If we look at the bases of the considered vector spaces,
this analogy seems most intuitive:


*

*the basis of the direct product of $U$ and $V$ is the concatenation of the bases of $U$ and $V$; and

*the basis of $U\otimes V$ is the set of all products $u\otimes v$, where $u$ is in the basis of $U$ and $v$ is in the basis of $V$. 


This made me wonder,
how far can this analogy of addition and multiplication be taken?
More precisely: letting $F$ be a field and $\mathbf V_F$ be the set of all vector spaces over $F$,
it is clear that $\oplus$ and $\otimes$ define binary operations on $\mathbf V_F$,
and that these operations are closed,
in that given $U,V\in\mathbf V_F$,
both $U\oplus V$ and $U\otimes V$ gives back an element in $\mathbf V_F$.
If we stretch the concept of two elements in $\mathbf V_F$ being equal to mean that they are isomorphic as vector spaces,
then we see that $\oplus$ and $\otimes$ have some properties that the usual $+$ and $\cdot$ 
have, such as commutativity and associativity, and neutral elements (i.e., $\{0\}\oplus V\cong V$, and $F\otimes V\cong V$).
So then my question would be: Do we have all of the usual properties of addition and multiplication, such as inverse elements, or distributivity? In other words, can $(\mathbf V_F,\oplus,\otimes)$ be seen as a ring? And if not, which properties hold and which doesn't?

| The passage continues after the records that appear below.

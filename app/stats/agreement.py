r"""How well the inner loop's ranking of configurations agrees with their outer scores."""

from __future__ import annotations

import math
from dataclasses import dataclass

from scipy import stats

from ._arrays import is_constant, paired_scores, require_pairs


@dataclass(frozen=True)
class AgreementResult:
    """Spearman's and Kendall's rank correlations between inner mean scores and outer scores."""

    spearman_rho: float
    spearman_p: float
    kendall_tau: float
    kendall_p: float
    n: int
    n_missing: int
    note: str


def rank_agreement(inner_mean, outer) -> AgreementResult:
    r"""Rank correlation between configurations' inner-CV mean scores and their outer scores.

    Parameters
    ----------
    inner_mean : array-like of float, shape (n_configs,)
        Each configuration's mean inner-fold score.
    outer : array-like of float, shape (n_configs,)
        The same configurations' outer scores, in the same order. Pairs where either value is NaN
        are dropped and counted in ``n_missing``; at least 3 complete pairs are needed.

    Returns
    -------
    AgreementResult
        ``spearman_rho``, ``spearman_p``, ``kendall_tau`` (tau-b), ``kendall_p`` (two-sided), ``n``
        (pairs used), ``n_missing`` and ``note``. When either side is constant the coefficients are
        undefined: all four numbers are NaN and ``note`` says why (empty otherwise).

    Notes
    -----
    Spearman's :math:`\rho` is Pearson's correlation of the ranks (average ranks for ties);
    Kendall's :math:`\tau_b = (n_c - n_d) / \sqrt{(n_0 - n_1)(n_0 - n_2)}`, with :math:`n_c, n_d` the
    concordant and discordant pairs, :math:`n_0 = n(n-1)/2` and :math:`n_1, n_2` the tied pairs in
    each variable. Both come from ``scipy.stats.spearmanr`` and ``scipy.stats.kendalltau``. A high
    coefficient says the inner loop orders configurations as the outer folds do, so its choice carries
    over; values near zero say the inner ranking is mostly noise. Constant input is detected before
    calling scipy, so no warning is raised.

    References
    ----------
    Spearman, C. (1904). The proof and measurement of association between two things. American
    Journal of Psychology 15(1), 72-101.
    Kendall, M. G. (1938). A new measure of rank correlation. Biometrika 30(1-2), 81-93.

    Examples
    --------
    >>> r = rank_agreement([0.70, 0.75, 0.80, 0.85], [0.68, 0.74, 0.73, 0.82])
    >>> r.n, round(r.spearman_rho, 6), round(r.kendall_tau, 6)
    (4, 0.8, 0.666667)
    """
    inner_kept, outer_kept, keep = paired_scores(inner_mean, outer, names=("inner_mean", "outer"))
    n_missing = int((~keep).sum())
    require_pairs(inner_kept.size, n_missing, minimum=3, what="rank_agreement",
                  unit="(inner_mean, outer) pairs")
    n = int(inner_kept.size)
    constant = [name for name, values in (("inner_mean", inner_kept), ("outer", outer_kept))
                if is_constant(values)]
    if constant:
        note = f"{' and '.join(constant)} is constant, so rank correlations are undefined"
        return AgreementResult(spearman_rho=math.nan, spearman_p=math.nan, kendall_tau=math.nan,
                               kendall_p=math.nan, n=n, n_missing=n_missing, note=note)
    spearman = stats.spearmanr(inner_kept, outer_kept)
    kendall = stats.kendalltau(inner_kept, outer_kept)
    return AgreementResult(spearman_rho=float(spearman.statistic), spearman_p=float(spearman.pvalue),
                           kendall_tau=float(kendall.statistic), kendall_p=float(kendall.pvalue),
                           n=n, n_missing=n_missing, note="")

Given how natural this question feels for me, it seems that this must have already been investigated by someone.
 A: You're right-- this sort of question is studied a lot.  As you have defined things, you're looking at a  semiring, instead of a ring  because there are no additive inverses to the direct sum operation.  Of course distributivity goes through, since $L \otimes (K \oplus J) \cong L \otimes K \oplus L \otimes J$ via $l \otimes(j \oplus k) \mapsto l \otimes j \oplus l \otimes k$.  
In fact your semiring is isomorphic to the natural numbers $\mathbb N$ via the map $V \mapsto {\rm dim} \ V$. 

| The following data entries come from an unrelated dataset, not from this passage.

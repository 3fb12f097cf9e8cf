r"""Ranking several families over the same outer folds: Friedman's test and Nemenyi's critical difference."""

from __future__ import annotations

import math
from dataclasses import dataclass

import numpy as np
import pandas as pd
from scipy import stats

from ._arrays import require_pairs

_ALPHA = 0.05

# Two-tailed Nemenyi critical values q_0.05 for k = 2..10 compared families, Demšar (2006), Table 5(a);
# quoted from memory and checked in the tests against the studentized range distribution.
_Q_ALPHA_TABLE = {2: 1.960, 3: 2.343, 4: 2.569, 5: 2.728, 6: 2.850, 7: 2.949, 8: 3.031, 9: 3.102, 10: 3.164}


@dataclass(frozen=True)
class RankingResult:
    """Friedman's test over the blocks, mean ranks (1 = best) and Nemenyi's critical difference."""

    friedman_stat: float  # NaN when the test cannot run (two families, or every block a complete tie)
    friedman_p: float
    mean_ranks: dict[str, float]  # family -> mean rank, in column order
    critical_difference: float  # Nemenyi's CD by its formula, whether or not Friedman's test ran
    n_blocks: int  # complete blocks used
    n_missing: int  # blocks left out because a family's score was NaN
    note: str  # why the test cannot run; empty when it ran

    @property
    def tested_critical_difference(self) -> float:
        """The CD to compare mean ranks with: NaN when Friedman's test could not run, since Nemenyi's
        comparisons follow only from it (Demšar, 2006), as ``ranking_verdict`` reads it."""
        return math.nan if math.isnan(self.friedman_p) else self.critical_difference


def rank_families(scores: pd.DataFrame) -> RankingResult:
    r"""Rank families on each paired outer fold, test whether they differ (Friedman) and give Nemenyi's CD.

    Parameters
    ----------
    scores : pandas.DataFrame
        One row per paired outer fold (a block: one repeat and outer fold), one column per family,
        greater is better. Rows with any NaN (a failed fit) are dropped and counted in ``n_missing``.

    Returns
    -------
    RankingResult
        ``friedman_stat``, ``friedman_p`` (NaN with an explaining ``note`` for two families, or when
        every block is a complete tie), ``mean_ranks`` (dict family -> mean rank, in column order),
        ``critical_difference``, ``n_blocks`` (rows used), ``n_missing`` (rows dropped), ``note``
        (empty when there is nothing to add).

    Notes
    -----
    Within each of the :math:`N` blocks the :math:`k` families are ranked, 1 for the best score, ties
    sharing the average rank; :math:`R_j` is family :math:`j`'s mean rank. Friedman's statistic (with
    scipy's correction for ties) is, without ties,

    .. math:: \chi^2_F = \frac{12N}{k(k+1)}\left[\sum_j R_j^2 - \frac{k(k+1)^2}{4}\right],

    compared with :math:`\chi^2_{k-1}` (``scipy.stats.friedmanchisquare``). Two families differ
    significantly by Nemenyi's test when their mean ranks differ by at least

    .. math:: CD = q_\alpha \sqrt{\frac{k(k+1)}{6N}}, \qquad \alpha = 0.05,

    with :math:`q_\alpha` the studentized range quantile divided by :math:`\sqrt 2` (Demšar, 2006,
    Table 5(a) for :math:`k \le 10`; computed with ``scipy.stats.studentized_range`` beyond).

    Demšar (2006) designed these tests for blocks that are independent data sets. Outer folds of one
    data set share training data, so here the p-value and the CD are optimistic; read them as a guide.

    References
    ----------
    Friedman, M. (1937). The use of ranks to avoid the assumption of normality implicit in the
    analysis of variance. Journal of the American Statistical Association 32(200), 675-701.
    Nemenyi, P. B. (1963). Distribution-free multiple comparisons. PhD thesis, Princeton University.
    Demšar, J. (2006). Statistical comparisons of classifiers over multiple data sets. Journal of
    Machine Learning Research 7, 1-30.

    Examples
    --------
    >>> frame = pd.DataFrame({"forest": [0.9, 0.8, 0.85], "tree": [0.7, 0.75, 0.7], "knn": [0.8, 0.78, 0.8]})
    >>> result = rank_families(frame)
    >>> result.mean_ranks
    {'forest': 1.0, 'tree': 3.0, 'knn': 2.0}
    >>> result.n_blocks, round(result.friedman_stat, 6)
    (3, 6.0)
    """
    values, n_missing = _complete_blocks(scores)
    n_blocks, k = values.shape
    ranks = stats.rankdata(-values, method="average", axis=1)
    mean_ranks = {family: float(rank)
                  for family, rank in zip(scores.columns, ranks.mean(axis=0), strict=True)}
    critical_difference = nemenyi_q(k) * math.sqrt(k * (k + 1) / (6 * n_blocks))
    note = ""
    if k < 3:
        statistic = p_value = math.nan
        note = (f"Friedman's test needs three or more families, got {k}; "
                "compare two families with the paired tests instead")
    elif all(np.all(row == row[0]) for row in values):
        statistic = p_value = math.nan
        note = "every family scored the same on every block, so Friedman's statistic is undefined"
    else:
        result = stats.friedmanchisquare(*values.T)
        statistic, p_value = float(result.statistic), float(result.pvalue)
    return RankingResult(friedman_stat=statistic, friedman_p=p_value, mean_ranks=mean_ranks,
                         critical_difference=critical_difference, n_blocks=n_blocks, n_missing=n_missing,
                         note=note)


def ranking_verdict(result: RankingResult) -> str:
    """The ranking in one sentence: which family ranks best and what Friedman's and Nemenyi's tests say of it.

    Friedman's test comes first (Demšar, 2006, recommends Nemenyi's comparisons only after it rejects);
    when it cannot run, the sentence says why and names no critical difference. The level is
    ``alpha = 0.05``; p is written with three significant digits (below 0.001 as "< 0.001").

    >>> frame = pd.DataFrame({"forest": [0.9, 0.8, 0.85], "tree": [0.7, 0.75, 0.7], "knn": [0.8, 0.78, 0.8]})
    >>> print(ranking_verdict(rank_families(frame)))  # doctest: +NORMALIZE_WHITESPACE
    forest ranks best (mean rank 1.00 over 3 outer folds); Friedman's test finds the ranks differ
    (p = 0.0498, α = 0.05) and by Nemenyi's critical difference it is ahead of tree, but not told apart from knn
    """
    order = sorted(result.mean_ranks, key=result.mean_ranks.get)
    best = order[0]
    lead = f"{best} ranks best (mean rank {result.mean_ranks[best]:.2f} over {result.n_blocks} outer folds)"
    if math.isnan(result.friedman_p):
        return f"{lead}; Friedman's test cannot run: {result.note}"
    p = "< 0.001" if result.friedman_p < 0.001 else f"= {result.friedman_p:.3g}"
    if result.friedman_p >= _ALPHA:
        return (f"{lead}, but Friedman's test does not find the families' ranks different (p {p}, α = 0.05): "
                "these outer folds do not tell the families apart")
    behind = [family for family in order[1:]
              if result.mean_ranks[family] - result.mean_ranks[best] >= result.critical_difference]
    close = [family for family in order[1:] if family not in behind]
    found = f"{lead}; Friedman's test finds the ranks differ (p {p}, α = 0.05)"
    if not behind:
        return f"{found}, yet no family is a critical difference behind it, so Nemenyi's test tells none apart"
    told = f"{found} and by Nemenyi's critical difference it is ahead of {', '.join(behind)}"
    return told + (f", but not told apart from {', '.join(close)}" if close else "")


def nemenyi_q(k: int) -> float:
    r"""Two-tailed Nemenyi critical value :math:`q_{0.05}` for ``k`` compared families.

    Parameters
    ----------
    k : int
        Number of families, at least 2.

    Returns
    -------
    float
        :math:`q_{0.05}`: Demšar's (2006) Table 5(a) for ``k <= 10``, else computed.

    Notes
    -----
    :math:`q_\alpha = Q_{1-\alpha}(k, \infty) / \sqrt 2`, with :math:`Q` the studentized range
    distribution with infinite degrees of freedom (``scipy.stats.studentized_range``).

    References
    ----------
    Demšar, J. (2006). Statistical comparisons of classifiers over multiple data sets. Journal of
    Machine Learning Research 7, 1-30.

    Examples
    --------
    >>> nemenyi_q(4)
    2.569
    >>> round(nemenyi_q(12), 2)
    3.27
    """
    if isinstance(k, bool) or not isinstance(k, int | np.integer) or k < 2:
        raise ValueError(f"k must be a whole number of families, at least 2; got {k!r}")
    if k in _Q_ALPHA_TABLE:
        return _Q_ALPHA_TABLE[k]
    return float(stats.studentized_range.ppf(1 - _ALPHA, k, np.inf) / math.sqrt(2))


def _complete_blocks(scores) -> tuple[np.ndarray, int]:
    if not isinstance(scores, pd.DataFrame):
        raise ValueError("scores must be a pandas DataFrame with one row per paired outer fold and one "
                         f"column per family; got {type(scores).__name__}")
    if scores.shape[1] < 2:
        raise ValueError(f"scores needs at least 2 family columns to rank; got {list(scores.columns)}")
    if not scores.columns.is_unique:
        duplicated = sorted({str(c) for c in scores.columns[scores.columns.duplicated()]})
        raise ValueError(f"scores has repeated family columns {duplicated}; give each family one column")
    try:
        values = scores.to_numpy(dtype=float)
    except (TypeError, ValueError) as exc:
        raise ValueError(f"scores must hold numbers (NaN for a failed fit); got columns of dtypes "
                         f"{sorted({str(t) for t in scores.dtypes})}") from exc
    if np.isinf(values).any():
        raise ValueError("scores holds infinite values; scores must be finite numbers, "
                         "or NaN for a failed fit")
    complete = ~np.isnan(values).any(axis=1)
    n_missing = int((~complete).sum())
    require_pairs(int(complete.sum()), n_missing, minimum=2, what="rank_families",
                  unit="complete blocks (rows with a score for every family)")
    return values[complete], n_missing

Say you wanted to get a ring out instead of a semiring-- there is a canonical procedure (or free functor $F$) that turns any semiring into a ring in a universal way.   Applying it to your semiring you would get something isomorphic to $\mathbb Z$
Now we see that for vector spaces over a field, this ring is a bit boring since it just captures dimension.  But you could do the same thing for modules over a ring, and all of a sudden things become much more interesting.  Or you could do it for vector bundles over some sort of space, for instance an algebraic variety. This ring was first introduced by Grothendieck to prove his version of the Riemann Roch Theorem.  All these things often go under the name of $K$-theory, which you should totally check out to learn more! 

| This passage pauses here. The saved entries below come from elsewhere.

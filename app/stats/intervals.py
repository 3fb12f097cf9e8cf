r"""Intervals for the nested estimate: how well the score of the whole select-and-refit procedure is known.

Three methods, each returning an :class:`Interval` in the metric's own orientation:

- :func:`corrected_t_interval`, centred on the nested estimate (the mean of the fold winners' outer
  scores), with the variance inflated for the overlap of the outer training sets (Nadeau and
  Bengio, 2003); valid with or without repeats of the outer loop, at no extra fit;
- :func:`bbc_interval`, the bootstrap of the pooled out-of-sample predictions of every configuration
  (Tsamardinos, Greasidou and Borboudakis, 2018), centred on its own, more pessimistic estimate;
- :func:`student_t_spread`, the plain Student-t interval over the outer folds, which treats them as
  independent: a description of the spread, not a confidence interval (it covers far less than its
  level once the outer loop is repeated).
"""

from __future__ import annotations

import math
from dataclasses import dataclass

import numpy as np
from scipy import stats

from ._arrays import mean_fold_size, score_vector
from ._resampled_metrics import SUPPORTED, ResampledMetric
from .summaries import score_summary


@dataclass(frozen=True)
class Interval:
    """An interval for the score of the select-and-refit procedure, with what it was computed from.

    ``estimate`` is the centre the method reports: the nested estimate for ``corrected_t`` and
    ``student_t_spread``, BBC-CV's own estimate for ``bbc``. ``n_used`` counts the outer folds used
    (rows for ``bbc``); ``n_failed`` the outer folds left out because their score was NaN
    (configurations left out because a prediction was missing, for ``bbc``). Bounds that cannot be
    computed are NaN, never dropped.
    """

    estimate: float
    low: float
    high: float
    level: float
    method: str
    n_used: int
    n_failed: int


def corrected_t_interval(scores, *, n_train, n_test, level: float = 0.95) -> Interval:
    r"""Corrected resampled t interval for the nested estimate, with or without repeats.

    Parameters
    ----------
    scores : array-like of float, shape (J_total,)
        The fold winners' outer scores, one per outer fold of every repeat. NaN marks a failed fold:
        it is left out and counted in ``n_failed``.
    n_train, n_test : float or array-like of shape (J_total,)
        Outer training and test set sizes: one number each (the mean fold size) or one per fold, of
        which the folds used are averaged.
    level : float, default 0.95
        Confidence level, strictly between 0 and 1.

    Returns
    -------
    Interval
        ``method="corrected_t"``, ``estimate`` the mean of the used scores (the nested estimate).
        With one used fold the bounds are NaN; with none the estimate is NaN too.

    Notes
    -----
    With :math:`J` used scores over all repeats, of mean :math:`\bar s` and variance :math:`\hat\sigma^2`
    (ddof=1),

    .. math:: \bar s \pm t_{(1+\text{level})/2,\,J-1}\,
              \sqrt{\left(\frac{1}{J} + \frac{n_\text{test}}{n_\text{train}}\right)\hat\sigma^2}.

    The plain interval uses :math:`1/J` alone, as if the folds were independent; their training sets
    overlap, so the scores are correlated (about :math:`n_\text{test}/n_\text{train}` of the variance
    does not average away) and, above all, repeating the outer loop adds folds that are nearly
    copies of each other. Nadeau and Bengio (2003) derived the inflation for random train/test
    splits; Bouckaert and Frank (2004) use it for ``r`` repeats of ``k``-fold CV with
    :math:`J = rk`. The same correction underlies :func:`foldwise.stats.paired.corrected_resampled_ttest`,
    whose acceptance region this interval is. A zero variance gives the point ``[s, s]``.

    References
    ----------
    Nadeau, C. and Bengio, Y. (2003). Inference for the generalization error. Machine Learning 52,
    239-281.
    Bouckaert, R. R. and Frank, E. (2004). Evaluating the replicability of significance tests for
    comparing learning algorithms. PAKDD 2004, LNCS 3056, 3-12.

    Examples
    --------
    >>> iv = corrected_t_interval([0.80, 0.84, 0.78, 0.82, 0.81, float("nan")], n_train=80, n_test=20)
    >>> iv.method, iv.n_used, iv.n_failed, round(iv.estimate, 3)
    ('corrected_t', 5, 1, 0.81)
    >>> round(iv.low, 4), round(iv.high, 4)
    (0.7684, 0.8516)
    """
    _check_level(level)
    values = score_vector(scores, name="scores")
    keep = ~np.isnan(values)
    ratio = mean_fold_size(n_test, "n_test", keep) / mean_fold_size(n_train, "n_train", keep)
    used = values[keep]
    j = used.size
    estimate = float(np.mean(used)) if j else math.nan
    if j < 2:
        low = high = math.nan
    else:
        sd = 0.0 if np.all(used == used[0]) else float(np.std(used, ddof=1))
        half = float(stats.t.ppf((1 + level) / 2, j - 1)) * math.sqrt((1 / j + ratio) * sd**2)
        low, high = estimate - half, estimate + half
    return Interval(estimate=estimate, low=low, high=high, level=float(level), method="corrected_t",
                    n_used=j, n_failed=int(values.size - j))


def student_t_spread(scores, *, level: float = 0.95) -> Interval:
    r"""The plain Student-t interval over outer-fold scores: a description of their spread.

    Parameters
    ----------
    scores : array-like of float, shape (J_total,)
        One score per outer fold of every repeat; NaN (a failed fold) is left out and counted.
    level : float, default 0.95
        Level of the interval, strictly between 0 and 1.

    Returns
    -------
    Interval
        ``method="student_t_spread"``: the interval of :func:`foldwise.stats.summaries.score_summary`,
        NaN bounds with fewer than two used folds.

    Notes
    -----
    :math:`\bar s \pm t_{(1+\text{level})/2,\,J-1}\, \hat\sigma/\sqrt{J}` treats the outer folds as
    independent samples. They are not: their training sets overlap, and repeats of the outer loop
    re-use the same rows, so this interval narrows as repeats are added while the uncertainty about
    the procedure's score does not. Show it as the spread of the fold scores, never as a confidence
    interval for the nested estimate; :func:`corrected_t_interval` is that.

    References
    ----------
    Student (1908). The probable error of a mean. Biometrika 6(1), 1-25.
    Nadeau, C. and Bengio, Y. (2003). Inference for the generalization error. Machine Learning 52,
    239-281.

    Examples
    --------
    >>> iv = student_t_spread([0.80, 0.84, 0.78, 0.82, 0.81])
    >>> iv.method, round(iv.low, 4), round(iv.high, 4)
    ('student_t_spread', 0.7822, 0.8378)
    """
    _check_level(level)
    values = score_vector(scores, name="scores")
    n_used = int(np.count_nonzero(~np.isnan(values)))
    if n_used == 0:
        return Interval(estimate=math.nan, low=math.nan, high=math.nan, level=float(level),
                        method="student_t_spread", n_used=0, n_failed=int(values.size))
    summary = score_summary(values, confidence=level)
    return Interval(estimate=summary.mean, low=summary.ci_low, high=summary.ci_high, level=float(level),
                    method="student_t_spread", n_used=summary.n, n_failed=summary.n_missing)


def bbc_interval(predictions, y_true, *, metric: str, select_metric: str | None = None,
                 classes=None, level: float = 0.95, n_bootstrap: int = 1000, random_state=None) -> Interval:
    r"""Bootstrap bias-corrected cross-validation (BBC-CV) interval from pooled out-of-sample predictions.

    Parameters
    ----------
    predictions : array-like, shape (n_rows, n_configs) or (n_rows, n_configs, n_classes)
        Every configuration's outer-test prediction for every row, pooled over the outer folds of
        one repeat (each row predicted once, by the model fitted without it). What an entry is
        depends on the metric: a predicted value for regression metrics; a predicted label (2-D) or
        per-class scores whose arg-max is the label (3-D) for ``accuracy`` and
        ``balanced_accuracy``; probabilities of the classes (3-D), or of the second class of two
        (2-D), for ``neg_log_loss`` and ``neg_brier_score``; a score that ranks the second class of
        two (probability or decision value; 3-D with two columns: the second) for ``roc_auc``.
        A configuration with any NaN prediction (a failed fit) is left out and counted.
    y_true : array-like, shape (n_rows,)
        The true targets of the rows, in the same order.
    metric : str
        The scikit-learn scorer name of the reported metric, oriented so that greater is better as
        scorers are: ``accuracy``, ``balanced_accuracy``, ``roc_auc`` (two classes),
        ``neg_log_loss``, ``neg_brier_score``, ``neg_mean_squared_error``,
        ``neg_root_mean_squared_error``, ``neg_mean_absolute_error``, ``r2``. Others are refused.
    select_metric : str, optional
        The scorer that chooses the configuration on each bootstrap sample (the selection metric of
        the nested run); defaults to ``metric``.
    classes : array-like, optional
        The class labels in the order of the last axis of 3-D predictions (a classifier's
        ``classes_``); defaults to the sorted unique labels of ``y_true``.
    level : float, default 0.95
        Level of the percentile interval, strictly between 0 and 1.
    n_bootstrap : int, default 1000
        Number of bootstrap samples, at least 10.
    random_state : int, numpy Generator or None
        Seeds ``numpy.random.default_rng``; bootstrap ``b`` takes the rows in row ``b`` of
        ``rng.integers(0, n_rows, size=(n_bootstrap, n_rows))``.

    Returns
    -------
    Interval
        ``method="bbc"``, ``estimate`` the BBC-CV estimate (mean of the out-of-bag scores), the
        percentile bounds, ``n_used`` = rows, ``n_failed`` = configurations left out for a missing
        prediction.

    Notes
    -----
    For :math:`b = 1..B`: draw :math:`n` rows with replacement; on them choose the configuration
    :math:`c_b` with the best ``select_metric`` (ties to the first); score :math:`c_b` by ``metric``
    on the rows not drawn, :math:`L_b`. The estimate is :math:`\bar L = \frac1B\sum_b L_b` and the
    interval the :math:`(1-\text{level})/2` and :math:`(1+\text{level})/2` quantiles of the
    :math:`L_b`. Choosing on the bootstrap sample and scoring elsewhere removes the optimism of
    reporting the best configuration's pooled score, without fitting anything again. A bootstrap
    whose out-of-bag score is undefined (e.g. ROC AUC with one class left out) is left out of the
    mean and quantiles.

    Metrics are evaluated under bootstrap weights (the counts of each row), which equals the scorer
    on the repeated rows, as matrix products for metrics that are means over rows (or functions of
    such means: RMSE, R², balanced accuracy) and by one sort per configuration for ROC AUC.

    References
    ----------
    Tsamardinos, I., Greasidou, E. and Borboudakis, G. (2018). Bootstrapping the out-of-sample
    predictions for efficient and accurate cross-validation. Machine Learning 107, 1895-1922.

    Examples
    --------
    >>> rng = np.random.default_rng(0)
    >>> y = rng.integers(0, 2, size=200)
    >>> labels = np.where(rng.random((200, 3)) < [[0.7, 0.75, 0.8]], y[:, None], 1 - y[:, None])
    >>> iv = bbc_interval(labels, y, metric="accuracy", random_state=1)
    >>> iv.method, iv.n_used, iv.n_failed, iv.low < iv.estimate < iv.high
    ('bbc', 200, 0, True)
    """
    _check_level(level)
    select_metric = metric if select_metric is None else select_metric
    for name, value in (("metric", metric), ("select_metric", select_metric)):
        if value not in SUPPORTED:
            raise ValueError(f"{name} {value!r} is not supported by BBC-CV here; use one of "
                             f"{', '.join(SUPPORTED)} (scikit-learn scorer names)")
    if not (isinstance(n_bootstrap, int | np.integer) and not isinstance(n_bootstrap, bool) and n_bootstrap >= 10):
        raise ValueError(f"n_bootstrap must be an integer >= 10 (1000 is usual); got {n_bootstrap!r}")
    pooled, y, n_dropped = _pooled(predictions, y_true, label_metrics={metric, select_metric})
    chooser = ResampledMetric(select_metric, pooled, y, classes)
    scorer = chooser if select_metric == metric else ResampledMetric(metric, pooled, y, classes)

    n_rows = y.size
    rng = np.random.default_rng(random_state)
    draws = rng.integers(0, n_rows, size=(n_bootstrap, n_rows))
    in_bag = np.stack([np.bincount(rows, minlength=n_rows) for rows in draws]).astype(float)
    on_sample = chooser.all_configs(in_bag)
    chosen = np.argmax(np.where(np.isnan(on_sample), -np.inf, on_sample), axis=1)
    out_of_bag = scorer.chosen((in_bag == 0).astype(float), chosen)
    finite = out_of_bag[np.isfinite(out_of_bag)]
    if finite.size == 0:
        raise ValueError(f"{metric} could not be computed on any out-of-bag sample of the {n_rows} rows "
                         f"(e.g. one class only); BBC-CV needs rows of every class")
    low, high = np.quantile(finite, [(1 - level) / 2, (1 + level) / 2])
    return Interval(estimate=float(np.mean(finite)), low=float(low), high=float(high), level=float(level),
                    method="bbc", n_used=int(n_rows), n_failed=n_dropped)


def _pooled(predictions, y_true, *, label_metrics: set[str]) -> tuple[np.ndarray, np.ndarray, int]:
    """Check the pooled predictions against y_true and drop configurations with a missing prediction."""
    y = np.asarray(y_true)
    if y.ndim != 1 or y.size < 2:
        raise ValueError(f"y_true must be one-dimensional with at least two rows; got shape {y.shape}")
    raw = np.asarray(predictions)
    labels_only = label_metrics <= {"accuracy", "balanced_accuracy"} and raw.ndim == 2
    if raw.ndim not in (2, 3) or raw.shape[0] != y.size:
        raise ValueError(f"predictions must have shape (n_rows, n_configs) or (n_rows, n_configs, n_classes) "
                         f"with n_rows = len(y_true) = {y.size}; got {raw.shape}")
    if raw.shape[1] == 0:
        raise ValueError("predictions hold no configuration (shape[1] == 0)")
    if labels_only and raw.dtype.kind not in "fc":
        return raw, y, 0  # predicted labels of any type, none missing
    try:
        values = raw.astype(float)
    except (TypeError, ValueError) as exc:
        raise ValueError(f"predictions must be numbers for {sorted(label_metrics)}; got dtype {raw.dtype}") from exc
    if np.any(np.isinf(values)):
        raise ValueError("predictions hold infinite values; use NaN for a configuration whose fit failed")
    missing = np.isnan(values).reshape(values.shape[0], values.shape[1], -1).any(axis=(0, 2))
    if missing.all():
        raise ValueError(f"every one of the {missing.size} configurations has a missing (NaN) prediction; "
                         f"BBC-CV needs at least one configuration predicted on every row")
    return values[:, ~missing], y, int(missing.sum())


def _check_level(level) -> None:
    if not (isinstance(level, int | float | np.floating) and not isinstance(level, bool) and 0 < level < 1):
        raise ValueError(f"level must be a number strictly between 0 and 1, e.g. 0.95; got {level!r}")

A: Vector spaces with $\oplus$ and $\otimes$ do not form a semiring, since associativity etc. do not hold - the laws only hold up to isomorphism. These isomorphisms fit together in a certain way, and what we get is called a $2$-semiring or $2$-rig. Just like a semiring is a "fusion" of two monoids (one being commutative), a $2$-semiring is a "fusion" of two monoidal categories (one being symmetric). Every $2$-semiring induces a semiring by considering the "set" of isomorphism classes. This process of taking isomorphism classes is called decategorification. The reverse process is called categorification. Roughly, categorification produces more structure (which can be very useful), and decategorification "destroys" structure (which might simplify calculations). For example the $2$-semiring of vector spaces over $K$ has much more structure than its underlying semiring, which identifies (via $\dim$) with the class of cardinal numbers $\mathsf{Card}$ with the usual cardinal arithmetics. The $2$-semiring "knows" the group $\mathrm{Aut}(K^n)=\mathrm{GL}_n(K)$, but the underlying semiring does not.